(Editor: If you wish to read Part 1 first, it’s here.)
There are many serious practical objections to devolving power to English city regions, but the naked disregard for the wishes of the voters makes the practical objections irrelevant if democracy is to mean anything. Nor is the fact that eventually there will be an elected mayor of any relevance because the voters have already rejected the idea. Even if there was to be an election for the mayor now instead of an interim mayor, it would still be wrong because the voters of Manchester have already said no to an elected mayor.
This affair smacks of the worst practices of the EU whereby a referendum which produces a result that the Euro-elites do not want is rapidly overturned by a second referendum on the same subject after the Euro-elites have engaged in a huge propaganda onslaught, bribing the offending country by promising more EU money if the result is the one the elites want and threatening the offending country with dire consequences if the second vote produces the same result as the first referendum. In fact, this piece of chicanery is even worse than that practised by the EU because here the electorate do not even get another vote before the elite’s wishes are carried out.
But there is an even more fundamental objection to the planned transfer of powers than the lack of democracy. Let us suppose that the proposal for an elected mayor for Manchester had been accepted in the 2012 referendum, would that have made its creation legitimate? Is it democratic to have a referendum in part of a country on a policy which has serious implications for the rest of the country if the rest of the country cannot vote in the referendum? Patently it is not.
The effect of the proposed devolution to Manchester would be to set public provision in the Manchester city region at odds with at the least much of Lancashire, parts of Cheshire and Derbyshire plus the West Riding of Yorkshire. For example, Manchester could make a mess of their NHS administration with their medical provision reduced in consequence and patients from Manchester seeking better NHS treatment elsewhere. This would take money from the Manchester NHS and place pressure on NHS services outside of Manchester as they catered for people from Manchester. Alternatively, Greater Manchester might be able to improve their health services and begin to draw in patients from outside the city region, reducing the public money other NHS authorities receive and driving down the quality and scope of their services.
A single city region having the powers that Manchester are going to have will be disruptive to the area close to it, but If other city regions follow suit – and it is clear that the new Tory government intends this to happen – the Balkanisation of England will proceed apace, with city region being set against city region and the city regions being pitted against the remnants of England outside the city regions.
Nor is it clear that the first candidate city regions would be evenly spread around the country. The cities which like Manchester rejected an elected mayor in 2012 were Birmingham, Newcastle, Nottingham, Sheffield, Wakefield, Coventry, Leeds and Bradford. Having been chosen to vote for an elected mayor It is reasonable to presume that these would be the cities which would be at the front of the queue for city region status. They are all either in the North or Central Midlands of England. Even in those areas there would be massive gaps, for example, all four Yorkshire cities (Sheffield, Wakefield, Leeds and Bradford) are in the West Riding. The most southerly one (Birmingham) is 170 odd miles from the South Coast.

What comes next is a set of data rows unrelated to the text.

"""The part under a periodic drive: harmonics of the drive times the model impedance, back to time.

Method (time dependence e^{+jwt}; common practice, no source). The drive record (whole periods, the
piecewise-linear curve through its samples) is resampled on a fine grid of at least ``FINE_SAMPLES`` points by
linear interpolation, which keeps it exactly, and its FFT gives the phasors c_k at f_k = k / record length.
The response of a current drive is V_k = Z(f_k) I_k (of a voltage drive I_k = V_k / Z(f_k)); the DC term goes
through the model's DC resistance (a DC current into a part with no DC path is refused; zero DC through it
gives no DC voltage term, since the part's DC voltage is then set by its history, not by the drive).

Back in time, the response is split as y = a x + b dx/dt + h * x, where a + j w b is the transfer
function's high-frequency limit (a series resistance and inductance for Z, a conductance and capacitance
for 1 / Z) applied exactly to the piecewise-linear drive in the time domain, and the remainder h, which
falls off with frequency, is summed from the FFT. So the jump an ESL puts on the voltage at each corner of
a triangle current is a true step, not a ringing partial sum, and peak-to-peak values match a circuit
simulator's transient run.

Average power is P = sum_k 1/2 Re(V_k conj(I_k)) + V_dc I_dc (GUIDE, common practice). Components outside
the fitted band use the model extrapolated; their shares of the drive's and the response's AC mean square
and of the power are reported, and a drive with more than ``EXTRAPOLATION_LIMIT`` of its AC mean square
outside the band is refused unless ``allow_extrapolation``. Uncertainties are first order,
var(q) = J C J^T with J = dq/dp by central differences over the parameters the fit's covariance covers.
"""

from __future__ import annotations

import math
from dataclasses import dataclass, field

import numpy as np

from ..exceptions import InputError
from ..units import format_quantity
from .model import DriveModel, dc_resistance
from .waveform import QUANTITY_UNITS, Waveform

__all__ = ["Quantity", "Harmonic", "DriveResult", "drive_response", "FINE_SAMPLES", "EXTRAPOLATION_LIMIT",
           "DC_ZERO_FRACTION", "SAFETY_NOTE"]
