// Escaping for the HTML and SVG writers (report/markup.*).
#include "report/markup.hpp"

#include <gtest/gtest.h>

namespace mainscheck::report {
namespace {

TEST(EscapeMarkup, EscapesTheFiveSpecialCharacters) {
  EXPECT_EQ(escape_markup("<script>alert('x')</script>"), "&lt;script&gt;alert(&#39;x&#39;)&lt;/script&gt;");
  EXPECT_EQ(escape_markup("a & \"b\""), "a &amp; &quot;b&quot;");
  EXPECT_EQ(escape_markup("&amp;"), "&amp;amp;");
  EXPECT_EQ(escape_markup("µF 339 V − Ω"), "µF 339 V − Ω");  // UTF-8 passes through
}

TEST(EscapeMarkup, ReplacesControlCharacters) {
  EXPECT_EQ(escape_markup(std::string("a\x01" "b\tc\nd", 7)), "a&#xFFFD;b\tc\nd");
  EXPECT_EQ(escape_markup(std::string("x\0y", 3)), "x&#xFFFD;y");
}

TEST(MarkupId, KeepsSafeCharactersOnly) {
  EXPECT_EQ(markup_id("B12"), "B12");
  EXPECT_EQ(markup_id("r1-B2"), "r1-B2");
  EXPECT_EQ(markup_id("a\"b <c>"), "a_22b_20_3Cc_3E");
}

}  // namespace
}  // namespace mainscheck::report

There may of course be other city region candidates, but it is difficult to see how such a policy could be rolled out across the country simply because there are substantial areas of England without very large cities or towns. In fact, south of Birmingham there are precious few large towns and cities (London being a law to itself) which could form a city region in the manner of that proposed for Manchester. The only Englsh cities south of Birmingham which have a population of more than 250,000 are Bristol and Plymouth. Hence, it is inevitable that England would be reduced to a patchwork of competing authorities with different policies on vitally important issues such as healthcare and housing.
The idea of giving powers to city regions stems from the imbalance in the devolution settlement which leaves England, alone of the four home countries, out in the cold without a national political voice. It is a cynical and shabby political fix for a problem which will not go away but may be submerged for the length of a Parliament through a pretence of increasing local democracy in England. Anyone who doubts this should ask themselves this question, if devolving power to the local level is so desirable why do Scotland, Wales and Northern Ireland show no appetite for it? The answer is that their politicians recognise that to do so would weaken both the political clout of their countries and deprive their electors of a focus of national pride and loyalty.
There is also an EU dimension to this. The EU welcome anything which weakens national unity, and there is no better way of doing that than the time honoured practice of divide and rule. That is precisely what Balkanising England through creating regional centres of political power will do. The EU will seek to use city regions (or any other local authority with serious powers) to emasculate the Westminster government by attempting to deal directly with the city regions rather than Westminster and using the fact of the increased local powers to justify bypassing Westminster.
Once political structures such as the city regions are established it will become very difficult to get rid of them because the national political class is weakened by the removal of powers from central government and the new local political power bases develop their own powerful political classes. If the Tories or any other government – both Labour and the LibDems have bought into the localism agenda – succeed in establishing city regions or any other form of devolution in England it will be the devil’s own job to reverse the process of Balkanising England. That is why it is vitally important to either stop the establishment of serious powers being given to local authorities or to put a barrier in the shape of an English Parliament between Brussels and the English devolved localities.